For the United States
to carry out rapid strikes on Chinese forces, it will have to be able to see
all high-value PLA targets on the battlefield at any time, hit targets with
mass and precision, and destroy any target that can be hit. Such targets include
PLA amphibious assault ships, landing craft, air assault helicopters, and
planes carrying PLA soldiers, weapons systems, and air defenses, as well as the
operational command-and-control centers supporting the invasion force. The
United States would need to generate combat power that can operate both inside
and outside the reach of China’s strike systems. As Admiral
Paparo has remarked, “I want to turn the Taiwan Strait into an unmanned
hellscape using many classified capabilities so I can make their lives utterly
miserable for a month, which buys me the time for the rest of everything.”
This would require a
major increase in the U.S. inventory of precision-guided long-range missiles
that can strike PLA vessels and aircraft. Long-range antiship missiles are
effective against PLA targets, but they are expensive at over $3 million per
missile, and the United States does not have enough of them. The United States
needs to ramp up the research, development, and production of long-range
missiles—especially antiship missiles to strike PLA surface vessels—that are
cheaper. The United States will also need a lot more relatively cheap unmanned
aircraft systems, or drones, particularly drones that do not need runways to
launch.
Manned aircraft,
however, are still important, especially bombers and stealthy fifth- and
sixth-generation fighters. The range and strike capabilities of stealth bombers
such as the B-21 Raider present China with a particularly daunting challenge.

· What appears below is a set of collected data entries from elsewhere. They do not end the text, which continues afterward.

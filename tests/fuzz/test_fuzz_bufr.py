"""Fuzzing the BUFR sounding reader (``parcelcast.io.bufr``: ``read_ascents`` then
``ascent_profile``) with damaged copies of the real ascents in the shared data
(``temp-20081208T12-7stations.bufr``, ``temp-20250223T1045-hires-10954.bufr``; see
PROVENANCE.md there; read, never modified).

Damage: bytes overwritten, a section's 3-byte length set to another number (sections found
as WMO FM 94 BUFR editions 3/4 lay them out: section 0 of 8 bytes with the total length in
bytes 5-7, then sections 1-5 each starting with a 3-byte length; section 2 is optional,
flagged in section 1), files cut short, messages dropped or repeated; also a ``BUFR`` marker followed by random
bytes.  The reader must
return ascents with float64 SI arrays, finite positions and times, and profiles that pass
``fuzz_contract.check_profile``, or raise parcelcast's own error.
"""

from __future__ import annotations

import numpy as np
import pytest
from hypothesis import given
from hypothesis import strategies as st

from datasets import data_file
from fuzz_contract import check_profile, fuzz_settings, outcome
from parcelcast.io.bufr import ascent_profile, read_ascents

pytestmark = [pytest.mark.slow, pytest.mark.realdata]

FILES = ("temp-20081208T12-7stations.bufr", "temp-20250223T1045-hires-10954.bufr")


def messages_of(data: bytes) -> list[bytes]:
    """The BUFR messages of a file, split by the total length in section 0."""
    out, offset = [], data.find(b"BUFR")
    while offset >= 0:
        length = int.from_bytes(data[offset + 4:offset + 7], "big")
        out.append(data[offset:offset + length])
        offset = data.find(b"BUFR", offset + length)
    return out


def length_fields(message: bytes) -> list[int]:
    """Offsets of the 3-byte length fields of sections 0-4 of one valid message."""
    fields, offset = [4], 8
    edition = message[7]
    flag_byte = 7 if edition == 3 else 9  # section 1 octet 8 (ed. 3) / 10 (ed. 4): section 2 present
    has_section2 = bool(message[8 + flag_byte] & 0x80)
    for _ in range(4 if has_section2 else 3):
        if offset + 3 > len(message):
            break  # an earlier edit broke the chain
        fields.append(offset)
        offset += max(1, int.from_bytes(message[offset:offset + 3], "big"))
    return fields


_VALID: dict[str, bytes] = {}


def valid_files() -> dict[str, bytes]:
    """The real files' bytes (read once; a test skips when the shared data are absent)."""
    if not _VALID:
        _VALID.update({name: data_file(name).read_bytes() for name in FILES})
    return _VALID


@st.composite
def damage(draw, valid_files):
    messages = [bytearray(m) for m in messages_of(valid_files[draw(st.sampled_from(FILES))])]
    for _ in range(draw(st.integers(1, 3))):
        k = draw(st.integers(0, len(messages) - 1))
        message = messages[k]
        kind = draw(st.sampled_from(["length", "byte", "byte", "drop", "repeat"]))
        if kind == "length":
            at = draw(st.sampled_from(length_fields(bytes(message))))
            value = draw(st.sampled_from([0, 1, 2**24 - 1]) | st.integers(0, 2 * len(message)))
            message[at:at + 3] = value.to_bytes(3, "big")
        elif kind == "byte":
            at = draw(st.integers(0, len(message) - 1))
            message[at] = draw(st.integers(0, 255))
        elif kind == "drop" and len(messages) > 1:
            del messages[k]
        elif kind == "repeat":
            messages.insert(k, bytearray(message))
    data = b"".join(bytes(m) for m in messages)
    if draw(st.integers(0, 3)) == 0:
        data = data[: draw(st.integers(0, len(data)))]
    return data


def check_ascent(ascent) -> None:
    n = ascent.pressure.size
    for key in ("pressure", "height", "temperature", "dewpoint", "wind_direction", "wind_speed"):
        values = getattr(ascent, key)
        assert values.dtype == np.float64 and values.shape == (n,), key
        assert not np.isinf(values).any(), f"ascent {key} holds infinities"
    # 1e-9: the South Pole station (89009) decodes to -90.00000000000001
    assert np.isfinite(ascent.latitude) and abs(ascent.latitude) <= 90.0 + 1e-9
    assert np.isfinite(ascent.longitude) and abs(ascent.longitude) <= 360.0
    assert not np.isnat(np.datetime64(ascent.time))


_COUNTER = iter(range(10**9))


@fuzz_settings(300)
@given(data=st.data())
def test_bufr_damaged(scratch, data):
    raw = data.draw(damage(valid_files()) | st.binary(max_size=64).map(lambda b: b"BUFR" + b))
    path = scratch / f"ascents-{next(_COUNTER)}.bufr"
    path.write_bytes(raw)
    ascents, _ = outcome("BUFR", read_ascents, path, names=[path])
    for ascent in ascents or []:
        check_ascent(ascent)
        profile, _ = outcome("BUFR ascent -> profile", ascent_profile, ascent)
        if profile is not None:
            check_profile(profile)
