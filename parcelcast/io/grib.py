"""GRIB (editions 1 and 2) through cfgrib/eccodes, without touching the user's folder.

cfgrib splits a file into groups of fields that share a level type and level
set; we open them all (``cfgrib.open_datasets``) and keep the isobaric groups
(upper-air fields) and the single-level groups (surface, 2 m) apart.  Index
files go to our own cache folder, never next to the input.

A damaged file may open in part without complaint; :func:`scan_messages`
walks the file with eccodes and reports what could not be decoded.
"""

from __future__ import annotations

import hashlib
import logging
import os
import warnings
from dataclasses import dataclass, field
from pathlib import Path

from parcelcast.errors import InputFileError

_LEVEL_TYPES_UPPER = ("isobaricInhPa", "isobaricInPa")
_LEVEL_TYPES_SINGLE = ("surface", "heightAboveGround")


def index_cache_dir() -> Path:
    """Folder for cfgrib index files (``PARCELCAST_CACHE`` or ``~/.cache/parcelcast``)."""
    root = os.environ.get("PARCELCAST_CACHE") or Path.home() / ".cache" / "parcelcast"
    path = Path(root) / "grib-index"
    path.mkdir(parents=True, exist_ok=True)
    return path


def _index_path(path: Path) -> str:
    stat = path.stat()
    key = f"{path.resolve()}|{stat.st_size}|{stat.st_mtime_ns}".encode()
    digest = hashlib.sha1(key).hexdigest()[:16]
    # cfgrib fills {short_hash} with a hash of the filter keys.
    return str(index_cache_dir() / f"{path.name}.{digest}.{{short_hash}}.idx")


@dataclass
class GribScan:
    """What a walk through a GRIB file found: decoded fields and undecodable messages."""

    decoded: int = 0
    failed: int = 0
    problem: str = ""
    fields: list[str] = field(default_factory=list)
    grid: dict = field(default_factory=dict)  # projection keys of the first projected message
    wind_flags: set = field(default_factory=set)  # u/v relative to the grid? one per message
    earth: dict = field(default_factory=dict)  # shape of the Earth keys of the first message

    @property
    def winds_grid_relative(self) -> bool | None:
        """True/False from the u/v component flags; None without winds; mixed is refused."""
        if len(self.wind_flags) > 1:
            from parcelcast.errors import GridError

            raise GridError("some wind fields are relative to the grid and some to east/north")
        return next(iter(self.wind_flags), None)

    @property
    def damaged(self) -> bool:
        return self.failed > 0

    def summary(self, limit: int = 12) -> str:
        """Readable fields grouped by name and level type, e.g. ``t@isobaricInhPa: 500``."""
        groups: dict[str, list[str]] = {}
        for item in self.fields:
            name, level = item.rsplit(":", 1)
            groups.setdefault(name, []).append(level)
        parts = [f"{name} ({', '.join(levels)})" for name, levels in groups.items()]
        more = f" and {len(parts) - limit} more" if len(parts) > limit else ""
        return "; ".join(parts[:limit]) + more


#: GRIB grid types with a map projection, and the keys that define each
_PROJECTION_KEYS = {
    "lambert": ("LaDInDegrees", "LoVInDegrees", "Latin1InDegrees", "Latin2InDegrees"),
    "polar_stereographic": ("LaDInDegrees", "orientationOfTheGridInDegrees", "projectionCentreFlag"),
}


def _note_projection(gid, name: str, scan: GribScan) -> None:
    """Record the projection of the grid and whether u/v are relative to it."""
    import eccodes

    if not scan.earth:
        for key in ("shapeOfTheEarth", "radius", "earthMajorAxis", "earthMinorAxis"):
            try:
                scan.earth[key] = eccodes.codes_get(gid, key, float)
            except Exception:  # key absent for this shape of the Earth (or edition)
                pass
    grid_type = eccodes.codes_get(gid, "gridType")
    if grid_type not in _PROJECTION_KEYS:
        return
    if not scan.grid:
        keys = {"gridType": grid_type}
        for key in _PROJECTION_KEYS[grid_type]:
            keys[key] = eccodes.codes_get(gid, key)
        keys.update({k: v for k, v in scan.earth.items() if k != "shapeOfTheEarth"})
        scan.grid = keys
    if name in ("u", "v"):
        # WMO GRIB2 flag table 3.3 (GRIB1 table 7), bit 5 (value 8): u/v relative to the grid
        scan.wind_flags.add(bool(int(eccodes.codes_get(gid, "resolutionAndComponentFlags")) & 8))


def projection_crs(grid: dict):
    """``pyproj.CRS`` of a GRIB projected grid from the keys recorded by the scan."""
    import pyproj

    if "radius" in grid:
        earth = {"earth_radius": grid["radius"]}
    elif "earthMajorAxis" in grid:
        earth = {"semi_major_axis": grid["earthMajorAxis"], "semi_minor_axis": grid["earthMinorAxis"]}
    else:
        from parcelcast.errors import GridError

        raise GridError("the GRIB grid definition does not state the shape of the Earth")
    if grid["gridType"] == "lambert":
        cf = {"grid_mapping_name": "lambert_conformal_conic",
              "standard_parallel": [grid["Latin1InDegrees"], grid["Latin2InDegrees"]],
              "longitude_of_central_meridian": grid["LoVInDegrees"],
              "latitude_of_projection_origin": grid["LaDInDegrees"]}
    else:
        south = int(grid["projectionCentreFlag"]) & 128  # bit 1 (WMO code table 3.5): south pole
        cf = {"grid_mapping_name": "polar_stereographic",
              "straight_vertical_longitude_from_pole": grid["orientationOfTheGridInDegrees"],
              "standard_parallel": grid["LaDInDegrees"],
              "latitude_of_projection_origin": -90.0 if south else 90.0}
    return pyproj.CRS.from_cf({**cf, **earth})


def _message_length(data: bytes, offset: int) -> int:
    """Total length in bytes of the GRIB message starting at ``offset`` (0 if unreadable)."""
    edition = data[offset + 7] if offset + 8 <= len(data) else 0
    if edition == 1:
        return int.from_bytes(data[offset + 4:offset + 7], "big")
    if edition == 2:
        return int.from_bytes(data[offset + 8:offset + 16], "big")
    return 0


def _load_proj_first() -> None:
    """Import pyproj before eccodes: some eccodes wheels bundle their own PROJ, and the
    library loaded second aborts the process (see DEVELOPERS.md, 'GRIB and PROJ')."""
    import pyproj  # noqa: F401


def scan_messages(path: Path) -> GribScan:
    """Walk the file message by message, decoding each with eccodes.

    A message whose stated length runs past the end of the file, lacks its
    ``7777`` end marker, or does not decode counts as failed; the walk then
    resumes at the next ``GRIB`` marker so later intact messages are still seen.
    """
    import eccodes

    scan = GribScan()
    data = path.read_bytes()
    offset = data.find(b"GRIB")
    while offset >= 0:
        length = _message_length(data, offset)
        message = data[offset:offset + length] if length else b""
        ok = length > 0 and offset + length <= len(data) and message.endswith(b"7777")
        if ok:
            try:
                gid = eccodes.codes_new_from_message(message)
                try:
                    name = eccodes.codes_get(gid, "shortName")
                    ltype = eccodes.codes_get(gid, "typeOfLevel")
                    level = eccodes.codes_get(gid, "level")
                    _note_projection(gid, name, scan)
                finally:
                    eccodes.codes_release(gid)
                scan.fields.append(f"{name}@{ltype}:{level}")
                scan.decoded += 1
                offset = data.find(b"GRIB", offset + length)
                continue
            except Exception as exc:  # eccodes raises its own error classes
                scan.problem = scan.problem or f"message at byte {offset}: {exc}"
        else:
            scan.problem = scan.problem or (
                f"message at byte {offset} is truncated or malformed "
                f"(stated length {length}, file size {len(data)})"
            )
        scan.failed += 1
        offset = data.find(b"GRIB", offset + 4)
    return scan


@dataclass
class GribGroups:
    """The upper-air (isobaric) and single-level parts of one GRIB file."""

    upper: list  # list[xarray.Dataset]
    single: list  # list[xarray.Dataset]
    scan: GribScan

    def crs(self):
        """The projection of the file's grid (``pyproj.CRS``), or None for lat-lon grids."""
        return projection_crs(self.scan.grid) if self.scan.grid else None


def open_grib(path: Path) -> GribGroups:
    """Open every field group of a GRIB file; raise InputFileError if nothing decodes."""
    _load_proj_first()
    import cfgrib

    scan = scan_messages(path)
    if scan.decoded == 0:
        raise InputFileError(path, f"no GRIB message could be decoded ({scan.problem or 'empty file'})")
    logging.getLogger("cfgrib").setLevel(logging.CRITICAL)
    try:
        with warnings.catch_warnings():
            warnings.simplefilter("ignore")
            # indexpath must travel in backend_kwargs: cfgrib's first pass over the file
            # reads only those, and otherwise writes its index next to the input.
            groups = cfgrib.open_datasets(str(path), backend_kwargs={"indexpath": _index_path(path)},
                                          cache_geo_coords=True)
    except Exception as exc:
        raise InputFileError(path, f"cfgrib could not open the file: {exc}") from None
    upper, single = [], []
    for group in groups:
        level_types = {v.attrs.get("GRIB_typeOfLevel") for v in group.data_vars.values()}
        if level_types & set(_LEVEL_TYPES_UPPER):
            upper.append(group)
        elif level_types & set(_LEVEL_TYPES_SINGLE):
            single.append(group)
    return GribGroups(upper=upper, single=single, scan=scan)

They can be based beyond the range of Chinese ballistic missiles, and they can
carry substantial conventional and nuclear bombs to thin Chinese forces. Some
fifth- and sixth-generation stealth aircraft such as the F-35 are also helpful
because their speed, sensor packages, and strike capabilities allow them to
operate inside the first and second island chains for air-to-air and
air-to-ground missions, as well as to collect and share battlefield data across
ground, air, and maritime forces.
Finally, the United
States needs a mix of large nuclear-powered attack submarines and cheap
underwater drones. The PLA is relatively weak in the undersea domain and
struggles to detect, identify, and track U.S. submarines. In multiple
iterations of war games by the Center for Strategic and International Studies,
for example, U.S. submarines wreak havoc on
Chinese ships, including large amphibious vessels, escorts, and logistics
vessels. The United States must lean into this undersea advantage and
prioritize maintaining it.

Focus the Fight
Other capabilities
are also important, such as software that leverages next-generation artificial
intelligence, which allows the U.S. military to share massive amounts of data
quickly between forces. But the future of warfare is not just about unmanned systems,
artificial intelligence, and other technologies. U.S. military capabilities
need to be grounded in a viable operational strategy. Inventing technologies or
being the first country to use a technology has never guaranteed an advantage
on the battlefield. British engineers at William Foster & Co. developed and
produced the tank. But it was German military officers, such as Heinz Guderian, who used the tank
to devastating effect during blitzkrieg operations in World War II.
There is also a lot
that the United States will not need for a potential conflict with China, such
as large numbers of surface ships and aircraft carriers, which are vulnerable
and highly exposed in a war. The United States is also still investing in land
systems, such as tanks, that will not be necessary for this fight. An offset
that focuses on China, of course, does not exclude preparing for contingencies
elsewhere, such as against Russia in eastern Europe, Iran in the Middle East,
or North Korea on the Korean Peninsula. But it does mean that the United States
needs to prioritize defeating and deterring China, much as the United States
focused on the Soviet Union during the Cold War.